Where can I turn for help?Many times the claims process may seem like a totally foreign transaction that you are being forced into undertaking through something that happened from no fault of your own. It can be confusing, stressful, and outright exhausting. Most of the time, you have to depend and have trust in your insurance company for the whole process because you haven't been through anything like this before and the policy that outlines your contract is too confusing to fully understand. There are options though for places and people to turn for help and advice.
Public adjusters are adjusters that work for the insured, you, instead of the insurance company. They, most of the time, write their own estimate of the damage to your property and submit it to the insurance adjuster. Then the public adjuster will negotiate with the insurance adjuster on your behalf to try and obtain a higher settlement.
Property Insurance Lawyers are lawyers that do just what it sounds like, handle property insurance disputes. This can range from residential property damage to business interruption and income loss claims. While property insurance isn't typically something most lawyers straight out of law school are well versed in, there are adjusters or insurance professionals that have gone to law school and now represent insureds for their claims that understand the nuances of insurance policies and claims that other lawyers may not. Hiring a lawyer that has a background as an adjuster can be a huge benefit to you as they not only have the ability to interpret and understand your policy, write an estimate on your behalf, and negotiate on your behalf for a higher settlement, but also have the power to file a lawsuit if the disagreement comes to that point. Property Insurance lawyers and Public Adjusters are both paid out of the settlement proceeds they obtain on a percentage anywhere from 5% up depending on many various variables like location, type of loss, amount of loss, if money has already been paid or offered yet and other factors. The most important thing is to discuss all fees and costs upfront and read the contract thoroughly before signing.

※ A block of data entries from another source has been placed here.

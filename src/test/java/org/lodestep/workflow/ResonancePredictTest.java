package org.lodestep.workflow;

import static org.junit.jupiter.api.Assertions.assertEquals;
import static org.junit.jupiter.api.Assertions.assertThrows;

import org.junit.jupiter.api.Test;
import org.lodestep.resonance.Prediction;

class ResonancePredictTest {

    @Test
    void forwardAndInverseMatchTheTextbookFormula() {
        // f_n = (1/2π)·√(N_r·T_h/J) (P. P. Acarnley, Stepping Motors, 4th ed., IEE 2002, ch. 4; values from memory):
        // 0.4 N·m, 5.4e-6 kg·m², N_r 50 → 306.294 Hz; sub-multiple f_n/2 = 153.15 full steps/s (section 4.3).
        Prediction p = ResonancePredict.run(new ResonancePredict.Settings(0.4, 5.4e-6, 0, 50, Double.NaN, 1,
                Double.NaN, Double.NaN, Double.NaN)).prediction();
        assertEquals(306.294, p.naturalFrequencyHz(), 306.294 * 1e-4);
        assertEquals(153.15, p.riskyRates().get(1).fullStepsPerS(), 153.15 * 1e-4);
        // backwards: 216.582 Hz with 0.4 N·m and N_r 50 → J = 1.08e-5 kg·m², load 5.4e-6 beside the 5.4e-6 rotor
        Prediction inv = ResonancePredict.run(new ResonancePredict.Settings(0.4, 5.4e-6, 0, 50, 216.582, 1,
                Double.NaN, Double.NaN, Double.NaN)).prediction();
        assertEquals(1.08e-5, inv.totalInertiaKgm2(), 1.08e-5 * 1e-4);
        assertEquals(5.4e-6, inv.loadInertiaKgm2(), 5.4e-6 * 2e-4);
    }

    @Test
    void missingInertiaOrHalfTheElectricalDataIsRefused() {
        assertThrows(IllegalArgumentException.class, () -> ResonancePredict.run(new ResonancePredict.Settings(0.4,
                Double.NaN, 0, 50, Double.NaN, 1, Double.NaN, Double.NaN, Double.NaN)));
        assertThrows(IllegalArgumentException.class, () -> ResonancePredict.run(new ResonancePredict.Settings(0.4,
                5.4e-6, 0, 50, Double.NaN, 1, Double.NaN, 1.5, Double.NaN)));
    }
}
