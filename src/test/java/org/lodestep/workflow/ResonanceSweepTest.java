package org.lodestep.workflow;

import static org.junit.jupiter.api.Assertions.assertEquals;
import static org.junit.jupiter.api.Assertions.assertNotNull;
import static org.junit.jupiter.api.Assertions.assertNull;
import static org.junit.jupiter.api.Assertions.assertThrows;
import static org.junit.jupiter.api.Assertions.assertTrue;

import java.nio.file.Path;
import java.util.ArrayList;
import java.util.List;

import org.junit.jupiter.api.Test;
import org.lodestep.resonance.BandClass;
import org.lodestep.resonance.ResonanceBand;
import org.lodestep.sample.InputFormatException;
import org.lodestep.sample.SweepShape;

/** The sweep use case without any front end, on the sample captures of the invented HV-420 belt axis. */
class ResonanceSweepTest {
    static final Path SAMPLES = Path.of("sample-captures", "resonance");
    static final Path SWEEP_CSV = SAMPLES.resolve("belt-axis-sweep.csv");
    static final Path PHONE_WAV = SAMPLES.resolve("belt-axis-phone.wav");
    /** Natural frequency of the sample generator's small-angle model, Hz (resonance.SampleCaptureGenerator). */
    static final double MODEL_NATURAL_HZ = 120;

    /** Records what the workflow reports, to check it reports without printing. */
    static final class Recorder implements Progress {
        final List<String> steps = new ArrayList<>();
        long lastDone = -1;

        @Override
        public void step(String step) {
            steps.add(step);
        }

        @Override
        public void advanced(long done, long total) {
            assertTrue(done > lastDone, "progress only moves forward");
            lastDone = done;
        }
    }

    @Test
    void lawFromTheFilesMetadataFindsTheResonanceAtTheNaturalFrequency() throws Exception {
        Recorder progress = new Recorder();
        ResonanceSweep.Settings s = ResonanceSweep.Settings.defaults();
        s = new ResonanceSweep.Settings(null, null, null, null, null, null, 16, 50, 40, Double.NaN, Double.NaN,
                s.bands(), null, s.window(), s.crossingPeriods(), s.margin());
        ResonanceSweep.Result r = ResonanceSweep.analyse(SWEEP_CSV, s, progress);
        assertEquals("accel", r.channel());
        assertEquals("linear sweep 30 to 400 full steps/s over 16 s", r.rateLaw());
        assertEquals(3000.0, r.sampleRateHz());
        assertEquals("law", r.sweep().rateSource());
        ResonanceBand strongest = r.sweep().strongestBand();
        assertNotNull(strongest);
        // Low-speed resonance at a full-step rate equal to f_n (P. P. Acarnley, Stepping Motors, 4th ed., IEE 2002,
        // section 4.3): the band must reach within 8 % of the model's 120 Hz.
        assertTrue(strongest.startFullStepsPerS() <= MODEL_NATURAL_HZ * 1.08
                && strongest.endFullStepsPerS() >= MODEL_NATURAL_HZ * 0.92, strongest.toString());
        assertEquals(BandClass.LOW_SPEED_RESONANCE, strongest.bandClass());
        assertEquals(MODEL_NATURAL_HZ, r.sweep().naturalFrequencyHz(), MODEL_NATURAL_HZ * 0.08);
        // 16 pulses per full step, 200 full steps/rev at 50 teeth (Acarnley ch. 1: 4·N_r full steps per rev), 40 mm
        assertEquals(16, r.units().microsteps());
        assertEquals(200, r.units().fullStepsPerRev());
        assertEquals(r.avoid().microsteps(), 16);
        assertTrue(progress.lastDone > 0 && !progress.steps.isEmpty(), "progress is reported");
    }

    @Test
    void spectrogramColumnsCarryTheLawsRateForTheReport() throws Exception {
        ResonanceSweep.Result r = ResonanceSweep.analyse(SWEEP_CSV, ResonanceSweep.Settings.defaults(),
                Progress.NONE);
        double[] rates = r.spectrogramColumnRatesFullStepsPerS();
        assertNotNull(rates);
        assertEquals(r.sweep().spectrogram().columnCount(), rates.length);
        // linear law r(t) = 30 + 370·t/16 (the file's metadata), at each column's centre time
        for (int c = 0; c < rates.length; c++) {
            double t = r.sweep().spectrogram().columnTimeS(c);
            assertEquals(30 + 370 * t / 16, rates[c], 1e-9);
        }
    }

    @Test
    void pulseChannelGivesTheRateWithoutALawAndTheMapStaysOverTime() throws Exception {
        ResonanceSweep.Settings d = ResonanceSweep.Settings.defaults();
        ResonanceSweep.Settings s = new ResonanceSweep.Settings(null, "step", null, null, null, null, null, 50,
                Double.NaN, Double.NaN, Double.NaN, d.bands(), null, d.window(), 5, 0.05);
        ResonanceSweep.Result r = ResonanceSweep.analyse(SWEEP_CSV, s, Progress.NONE);
        assertEquals("pulses", r.sweep().rateSource());
        assertEquals("accel", r.channel());
        assertTrue(r.sweep().bands().size() >= 1);
        assertNull(r.spectrogramColumnRatesFullStepsPerS());
    }

    @Test
    void recordingWithoutALawIsAnInputErrorAndTheGivenLawFindsTheSameResonance() throws Exception {
        InputFormatException e = assertThrows(InputFormatException.class,
                () -> ResonanceSweep.analyse(PHONE_WAV, ResonanceSweep.Settings.defaults(), Progress.NONE));
        assertTrue(e.getMessage().contains("belt-axis-phone.wav: has no sweep law"), e.getMessage());
        ResonanceSweep.Result r = ResonanceSweep.analyse(PHONE_WAV,
                ResonanceSweep.Settings.defaults().withLaw(SweepShape.LOG, 40, 600, 24.0), Progress.NONE);
        boolean found = false;
        for (ResonanceBand b : r.sweep().bands()) {
            // Acarnley 2002, section 4.3, as above: a band within 8 % of f_n
            found |= b.startFullStepsPerS() <= MODEL_NATURAL_HZ * 1.08 && b.endFullStepsPerS() >= MODEL_NATURAL_HZ * 0.92;
        }
        assertTrue(found, r.sweep().bands().toString());
        assertTrue(r.rateLaw().startsWith("log sweep 40 to 600"), r.rateLaw());
    }

    @Test
    void unknownChannelNamesTheChannelsThatExistAndImpossibleSettingsAreRefused() {
        ResonanceSweep.Settings d = ResonanceSweep.Settings.defaults();
        ResonanceSweep.Settings vib = new ResonanceSweep.Settings("vib", null, null, null, null, null, null, 50,
                Double.NaN, Double.NaN, Double.NaN, d.bands(), null, d.window(), 5, 0.05);
        InputFormatException e = assertThrows(InputFormatException.class,
                () -> ResonanceSweep.analyse(SWEEP_CSV, vib, Progress.NONE));
        assertTrue(e.getMessage().contains("expected one of accel, step"), e.getMessage());
        // a log sweep cannot start at 0 full steps/s (r(t) = r0·(r1/r0)^(t/T) needs r0 > 0)
        assertThrows(IllegalArgumentException.class, () -> ResonanceSweep.analyse(PHONE_WAV,
                d.withLaw(SweepShape.LOG, 0, 600, 24.0), Progress.NONE));
    }
}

Other places online have advocacy groups for policyholders, such as United Policyholders, where they will give information and others where you can ask questions, just like Avvo.
Your home or business is usually your biggest investment in life. When you have suffered a catastrophe to such a huge investment in your life, it's the time to take it seriously and seek help if you don't feel you are being treated fairly. There are resources and people out there to help you so you don't have to feel like you are going at it alone.